**Work item**
Filter these entries down to lines holding "store".

-----

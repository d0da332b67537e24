import type { JobsPort } from "#main/http/ports.ts";
import type { Abilities, SpecimenOrder } from "#main/node/abilities.ts";
import { hideFolders } from "#main/node/hide-folders.ts";
import type { Jobs, JobWork } from "#main/node/jobs.ts";
import type { Library } from "#main/node/library.ts";
import { NEW_PASS } from "#main/node/pass-file.ts";
import type { FirstEdit } from "#main/node/pass-store.ts";
import type { ServerEvent } from "#shared/api/routes.ts";
import type { ChordaeFile } from "#shared/formats/chordae/chordae-file.ts";
import { documentFromFile } from "#shared/formats/chordae/document-from-file.ts";
import { emptyDocument } from "#shared/trees/document.ts";
import { takeInTrees } from "#shared/trees/edits/take-in-trees.ts";
import { IdSource, NO_IDS_YET } from "#shared/trees/ids.ts";

/** The demo valve has the passes of three invented annotators. */
const DEMO_ANNOTATORS = 3;

export interface SpecimenJobsOptions {
  readonly root: string;
  readonly library: Library;
  readonly abilities: Abilities;
  readonly jobs: Jobs;
  readonly newId: () => string;
  /** UTC milliseconds. */
  readonly now: () => number;
  readonly emit: (event: ServerEvent) => void;
}

/** The jobs that make specimens: intake and the demo valve. */
export function specimenJobs(options: SpecimenJobsOptions): JobsPort {
  const { root, library, abilities, jobs, emit } = options;
  const order = (): SpecimenOrder => ({ library: root, id: options.newId(), created: options.now() });
  let demo: string | null = null;

  /** A demo whose making was interrupted is completed, not made twice. */
  const makeDemo: JobWork = async (onProgress, signal) => {
    const { specimens } = await library.shelf();
    const found = specimens.find(({ specimen }) => specimen.synthetic);
    const there = new Set(found?.passes.filter(({ synthetic }) => synthetic).map(({ annotator }) => annotator));
    if (found && there.size >= DEMO_ANNOTATORS) return { specimen: found.specimen.id };
    const made = found
      ? { record: found.specimen, passes: await abilities.runDemoPasses(found.specimen.volume.sha256) }
      : await abilities.runDemo(order(), { onProgress, signal });
    for (const { annotator, file } of made.passes) {
      if (there.has(annotator)) continue;
      const about = { ...NEW_PASS, synthetic: true, state: "finished" } as const;
      await library.passes.createFilled(made.record.id, annotator, about, editOfFile(file));
    }
    emit({ event: "shelf" });
    return { specimen: made.record.id };
  };

  async function openDemo(): Promise<{ job: string }> {
    const running = jobs.states().find(({ id, state }) => id === demo && state === "running");
    demo = running?.id ?? jobs.start("demo", makeDemo).job;
    return { job: demo };
  }

  return {
    async startIntake(request) {
      return jobs.start("intake", async (onProgress, signal) => {
        try {
          const { record } = await abilities.runIntake({ ...request, ...order() }, { onProgress, signal });
          emit({ event: "shelf" });
          return { specimen: record.id };
        } catch (error) {
          throw hideFolders(hideFolders(error, request.path), root);
        }
      });
    },
    openDemo,
    cancel: async (job) => jobs.cancel(job),
    jobs: () => jobs.states(),
  };
}

/** A file's trees as the first edit of a pass. */
function editOfFile(file: ChordaeFile): FirstEdit {
  const { operation, curves } = takeInTrees(emptyDocument(), new IdSource(NO_IDS_YET), { incoming: documentFromFile(file) });
  return { operation, curves, label: "Synthetic trees taken in" };
}
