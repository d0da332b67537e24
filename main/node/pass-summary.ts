import type { PassFile } from "#main/node/pass-file.ts";
import type { PassSummary } from "#shared/api/specimen.ts";
import type { PassHistory } from "#shared/log/history.ts";
import { factsOf } from "#shared/log/pass-facts.ts";

/** The summary of a pass as the shelf lists it, from its history and its file. */
export function summarise(history: PassHistory, file: PassFile): PassSummary {
  const { pass, specimen, annotator, number } = history.header;
  const named = file.name === undefined ? {} : { name: file.name };
  return { id: pass, specimen, annotator, number, state: file.state, synthetic: file.synthetic, ...factsOf(history), ...named };
}
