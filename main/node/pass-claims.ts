/** Which window may write to which pass; the first to ask has it until it releases it or is gone. */
export class PassClaims {
  readonly #writers = new Map<string, string>();

  /** True when `window` is the writer of the pass from now on. */
  claim(specimen: string, pass: string, window: string): boolean {
    const key = `${specimen}/${pass}`;
    const writer = this.#writers.get(key);
    if (writer !== undefined && writer !== window) return false;
    this.#writers.set(key, window);
    return true;
  }

  release(specimen: string, pass: string, window: string): void {
    const key = `${specimen}/${pass}`;
    if (this.#writers.get(key) === window) this.#writers.delete(key);
  }

  /** Gives back everything a window holds; it is gone. */
  releaseAll(window: string): void {
    for (const [key, writer] of this.#writers) if (writer === window) this.#writers.delete(key);
  }
}
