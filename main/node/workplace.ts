import { randomBytes } from "node:crypto";
import { join } from "node:path";
import type { Ports } from "#main/http/ports.ts";
import type { Abilities } from "#main/node/abilities.ts";
import { makeFolder } from "#main/node/disk-fault.ts";
import { diskFiles } from "#main/node/disk-files.ts";
import { Events } from "#main/node/events.ts";
import { exportTrees } from "#main/node/export-trees.ts";
import { folders } from "#main/node/folders.ts";
import { Jobs } from "#main/node/jobs.ts";
import { createId } from "#main/node/layout.ts";
import { processFacts, takeLease } from "#main/node/lease.ts";
import { Library } from "#main/node/library.ts";
import { pageFiles } from "#main/node/page-files.ts";
import { scanLooks } from "#main/node/scan-looks.ts";
import { Searches } from "#main/node/searches.ts";
import { specimenJobs } from "#main/node/specimen-jobs.ts";
import { studyPorts } from "#main/node/study/study-ports.ts";
import { WindowLife } from "#main/node/window-life.ts";
import type { HelloAnswer } from "#shared/api/routes.ts";

export interface WorkplaceOptions {
  /** The library's folder; made when it is not there. */
  readonly root: string;
  readonly shell: HelloAnswer["shell"];
  readonly version: string;
  /** Folder of the built page. */
  readonly page: string;
  readonly graceMs: number;
  /** The last page has gone, its grace period has passed, and no job runs. */
  readonly onAllLeft: () => void;
  readonly onFault: (error: unknown) => void;
  /** Called once the lease is ours. */
  readonly abilities: (library: Library) => Promise<Abilities>;
}

/** The library opened for writing with everything the handler needs. */
export interface Workplace {
  readonly ports: Ports;
  readonly library: Library;
  /** Stops jobs, closes engine and journals, gives the lease back. */
  close(): Promise<void>;
}

/** Takes the lease on the library and opens it. @throws held-elsewhere, write-failed, disk-full */
export async function openWorkplace(options: WorkplaceOptions): Promise<Workplace> {
  const { root, onFault } = options;
  const files = diskFiles();
  const random = (count: number) => new Uint8Array(randomBytes(count));
  const newId = () => createId(random);
  await makeFolder(files, join(root, "specimens"));
  const what = options.shell === "electron" ? "the desktop program" : "the server";
  const lease = await takeLease({ files, path: join(root, "lease.json"), what, facts: processFacts(), random });
  try {
    const events = new Events();
    const emit: Events["emit"] = (event) => events.emit(event);
    const now = Date.now;
    const mayWrite = () => lease.check();
    const library = new Library({
      root,
      files,
      random,
      now,
      mayWrite,
      emit,
      onRemove: async (specimen) => {
        await search.forget(specimen);
        await abilities.forgetSpecimen?.(specimen);
      },
    });
    await library.removeLeftovers();
    const abilities = await options.abilities(library);
    const jobs = new Jobs({ now, newId, emit, onFault });
    const search = new Searches({ library, files, engine: abilities.engine, jobs, now, mayWrite });
    const windows = new WindowLife({
      graceMs: options.graceMs,
      onLeft: (window) => library.claims.releaseAll(window),
      onAllLeft: () => {
        // A search goes on where it stopped when a page is opened again; nobody waits for it now.
        search.stop();
        void jobs.idle().then(() => windows.open === 0 && options.onAllLeft());
      },
    });
    const study = studyPorts({ library, files, jobs, abilities, random, now, mayWrite, emit, softwareVersion: options.version });
    await study.store.removeLeftovers();
    const ports: Ports = {
      hello: () => {
        const { version, shell } = options;
        return { name: "Tautline", version, shell, library: root, work: abilities.engine.load() };
      },
      library,
      engine: abilities.engine,
      jobs: specimenJobs({ root, library, abilities, jobs, studies: study.store, newId, now, emit }),
      search,
      scans: scanLooks(abilities, jobs),
      folders: folders(),
      exports: exportTrees({ library, files, softwareVersion: options.version, runLabels: abilities.runLabels, newId }),
      studies: study.studies,
      packets: study.packets,
      events,
      page: pageFiles(options.page),
      windows,
    };
    return {
      ports,
      library,
      async close() {
        windows.stop();
        await jobs.close();
        await search.close();
        await abilities.engine.close();
        await library.close();
        await lease.release();
      },
    };
  } catch (error) {
    await lease.release().catch(() => undefined);
    throw error;
  }
}
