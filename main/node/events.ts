import type { EventsPort } from "#main/http/ports.ts";
import type { ServerEvent } from "#shared/api/routes.ts";

const BEAT_EVERY_MS = 5_000;

/** Hands every event to all windows' streams, and a beat every few seconds so that a dead stream is noticed. */
export class Events implements EventsPort {
  readonly #listeners = new Set<(event: ServerEvent) => void>();
  #timer: NodeJS.Timeout | null = null;

  subscribe(listener: (event: ServerEvent) => void): () => void {
    this.#listeners.add(listener);
    this.#timer ??= setInterval(() => this.emit({ event: "beat" }), BEAT_EVERY_MS).unref();
    return () => {
      this.#listeners.delete(listener);
      if (this.#listeners.size > 0 || !this.#timer) return;
      clearInterval(this.#timer);
      this.#timer = null;
    };
  }

  emit(event: ServerEvent): void {
    for (const listener of [...this.#listeners]) listener(event);
  }
}
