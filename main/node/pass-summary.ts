import type { PassFile } from "#main/node/pass-file.ts";
import type { PassSummary } from "#shared/api/specimen.ts";
import type { LogHeader, LogRecord } from "#shared/log/records.ts";
import type { Change } from "#shared/trees/operations.ts";

/** A pause longer than this between two records of one session is not time at work. */
const LONGEST_PAUSE_MS = 5 * 60_000;

/** The summary of a pass as the shelf lists it, from its records and its file. */
export function summarise(header: LogHeader, records: readonly LogRecord[], file: PassFile): PassSummary {
  const changes = changesInForce(records);
  const trees = new Set<string>();
  const openEnds = new Set<string>();
  const doubts = new Set<string>();
  const put = (set: Set<string>, id: string, is: boolean) => void (is ? set.add(id) : set.delete(id));
  for (const change of changes) {
    if (change.table === "tree") put(trees, change.id, change.to !== null);
    if (change.table === "node") put(openEnds, change.id, change.to?.kind === "open");
    if (change.table === "node" || change.table === "strand" || change.table === "cross-link") {
      put(doubts, change.id, change.to?.certainty === "doubtful");
    }
  }
  return {
    id: header.pass,
    specimen: header.specimen,
    annotator: header.annotator,
    number: header.number,
    state: file.state,
    trees: trees.size,
    openEnds: openEnds.size,
    doubts: doubts.size,
    edits: records.filter(({ kind }) => kind === "op").length,
    workMs: workMs(records),
    changed: records.reduce((latest, { t }) => Math.max(latest, t), 0),
    synthetic: file.synthetic,
  };
}

/** Changes of the operations from the first edit to the history pointer, in order. */
function changesInForce(records: readonly LogRecord[]): Change[] {
  let at = 0;
  for (const record of records) {
    if (record.kind === "op") at = record.seq;
    if (record.kind === "at") at = record.body.at;
  }
  const path: Change[][] = [];
  for (let seq = at; seq > 0; ) {
    const record = records[seq]!;
    if (record.kind === "op") path.push([...record.body.changes]);
    seq = record.parent;
  }
  return path.reverse().flat();
}

function workMs(records: readonly LogRecord[]): number {
  let sum = 0;
  for (let i = 1; i < records.length; i += 1) {
    const before = records[i - 1]!;
    const record = records[i]!;
    const idle = before.kind === "session" && before.body.state !== "opened";
    if (record.session !== before.session || idle) continue;
    sum += Math.min(Math.max(0, record.mono - before.mono), LONGEST_PAUSE_MS);
  }
  return sum;
}
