import { existsSync, readFileSync } from "node:fs";
import { dirname, join } from "node:path";

const DEFAULT_PATH: Readonly<Partial<Record<NodeJS.Platform, string>>> = {
  darwin: "Electron.app/Contents/MacOS/Electron",
  win32: "electron.exe",
};

/**
 * The Electron binary installed beside the program, or null. Looks at files only: asking the package itself would start a
 * download. `ELECTRON_OVERRIDE_DIST_PATH` is honoured as the package does.
 */
export function findElectronBinary(
  root: string,
  env: Readonly<Record<string, string | undefined>> = process.env,
  platform: NodeJS.Platform = process.platform,
): string | null {
  const home = packageFolder(root);
  if (!home) return null;
  const named = join(home, "path.txt");
  const path = existsSync(named) ? readFileSync(named, "utf8").trim() : (DEFAULT_PATH[platform] ?? "electron");
  const binary = join(env.ELECTRON_OVERRIDE_DIST_PATH || join(home, "dist"), path);
  return existsSync(binary) ? binary : null;
}

function packageFolder(root: string): string | null {
  for (let folder = root; ; folder = dirname(folder)) {
    const home = join(folder, "node_modules", "electron");
    if (existsSync(join(home, "package.json"))) return home;
    if (dirname(folder) === folder) return null;
  }
}
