import type { JobResult, JobState, ServerEvent } from "#shared/api/routes.ts";
import { encodeError, isTautlineError, TautlineError } from "#shared/errors.ts";

/** Finished jobs that are still told to a page that was reloaded. */
const KEPT = 20;
/** Progress goes out at most this often. */
const TELL_EVERY_MS = 200;

/** How far a job is; rate and time left are null until they can be told. */
export type Progress = Pick<JobState, "progress" | "step" | "bytesPerSecond" | "secondsLeft">;

/** The work of a job: reports as it goes, stops at the signal, gives what it made. */
export type JobWork = (report: (progress: Progress) => void, signal: AbortSignal) => Promise<JobResult | undefined>;

interface Job {
  state: JobState;
  told: number;
  readonly abort: AbortController;
  readonly ended: Promise<void>;
}

export interface JobsOptions {
  /** UTC milliseconds. */
  readonly now: () => number;
  readonly newId: () => string;
  readonly emit: (event: ServerEvent) => void;
  /** Called with failures that are the program's own fault. */
  readonly onFault: (error: unknown) => void;
}

/** Long work with progress, rate, time left and cancel. */
export class Jobs {
  readonly #options: JobsOptions;
  readonly #jobs = new Map<string, Job>();

  constructor(options: JobsOptions) {
    this.#options = options;
  }

  /** Begins work; its states go out as events. */
  start(what: JobState["what"], work: JobWork): { job: string } {
    const id = this.#options.newId();
    const abort = new AbortController();
    const state: JobState = {
      id,
      what,
      state: "running",
      progress: 0,
      step: "Beginning",
      bytesPerSecond: null,
      secondsLeft: null,
    };
    let settle = () => {};
    const ended = new Promise<void>((resolve) => {
      settle = resolve;
    });
    const job: Job = { state, told: 0, abort, ended };
    this.#jobs.set(id, job);
    this.#tell(job);
    void this.#run(job, work).finally(settle);
    return { job: id };
  }

  states(): readonly JobState[] {
    return [...this.#jobs.values()].map(({ state }) => state);
  }

  /** True while any job runs. */
  get busy(): boolean {
    return [...this.#jobs.values()].some(({ state }) => state.state === "running");
  }

  /** Asks a job to stop; nothing happens when it has ended. @throws not-found */
  cancel(id: string): void {
    const job = this.#jobs.get(id);
    if (!job) throw new TautlineError("not-found", "There is no such job.", { what: "job", id });
    job.abort.abort();
  }

  /** Resolves once no job runs. */
  async idle(): Promise<void> {
    while (this.busy) await Promise.all([...this.#jobs.values()].map(({ ended }) => ended));
  }

  /** Stops all jobs and waits for their ends. */
  async close(): Promise<void> {
    for (const { abort } of this.#jobs.values()) abort.abort();
    await Promise.all([...this.#jobs.values()].map(({ ended }) => ended));
  }

  async #run(job: Job, work: JobWork): Promise<void> {
    const { now, onFault } = this.#options;
    try {
      const result = await work((progress) => {
        if (job.state.state !== "running") return;
        const { step, bytesPerSecond, secondsLeft } = progress;
        job.state = { ...job.state, progress: clamp(progress.progress), step, bytesPerSecond, secondsLeft };
        if (now() - job.told >= TELL_EVERY_MS) this.#tell(job);
      }, job.abort.signal);
      this.#end(job, { state: "done", progress: 1, step: "Done", ...(result ? { result } : {}) });
    } catch (error) {
      if (job.abort.signal.aborted) return this.#end(job, { state: "cancelled", step: "Stopped" });
      if (!isTautlineError(error) || error.tag === "internal") onFault(error);
      const { tag, message } = encodeError(error);
      this.#end(job, { state: "failed", step: "Failed", error: { tag, message } });
    }
  }

  #end(job: Job, last: Partial<JobState>): void {
    job.state = { ...job.state, ...last, bytesPerSecond: null, secondsLeft: null };
    this.#tell(job);
    const ended = [...this.#jobs].filter(([, { state }]) => state.state !== "running");
    for (const [id] of ended.slice(0, Math.max(0, ended.length - KEPT))) this.#jobs.delete(id);
  }

  #tell(job: Job): void {
    job.told = this.#options.now();
    this.#options.emit({ event: "job", job: job.state });
  }
}

function clamp(progress: number): number {
  return Math.min(1, Math.max(0, progress));
}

-----

**Finished task**
import type { FirstEdit } from "#main/node/pass-store.ts";
    await study.store.removeLeftovers();
      jobs: specimenJobs({ root, library, abilities, jobs, studies: study.store, newId, now, emit }),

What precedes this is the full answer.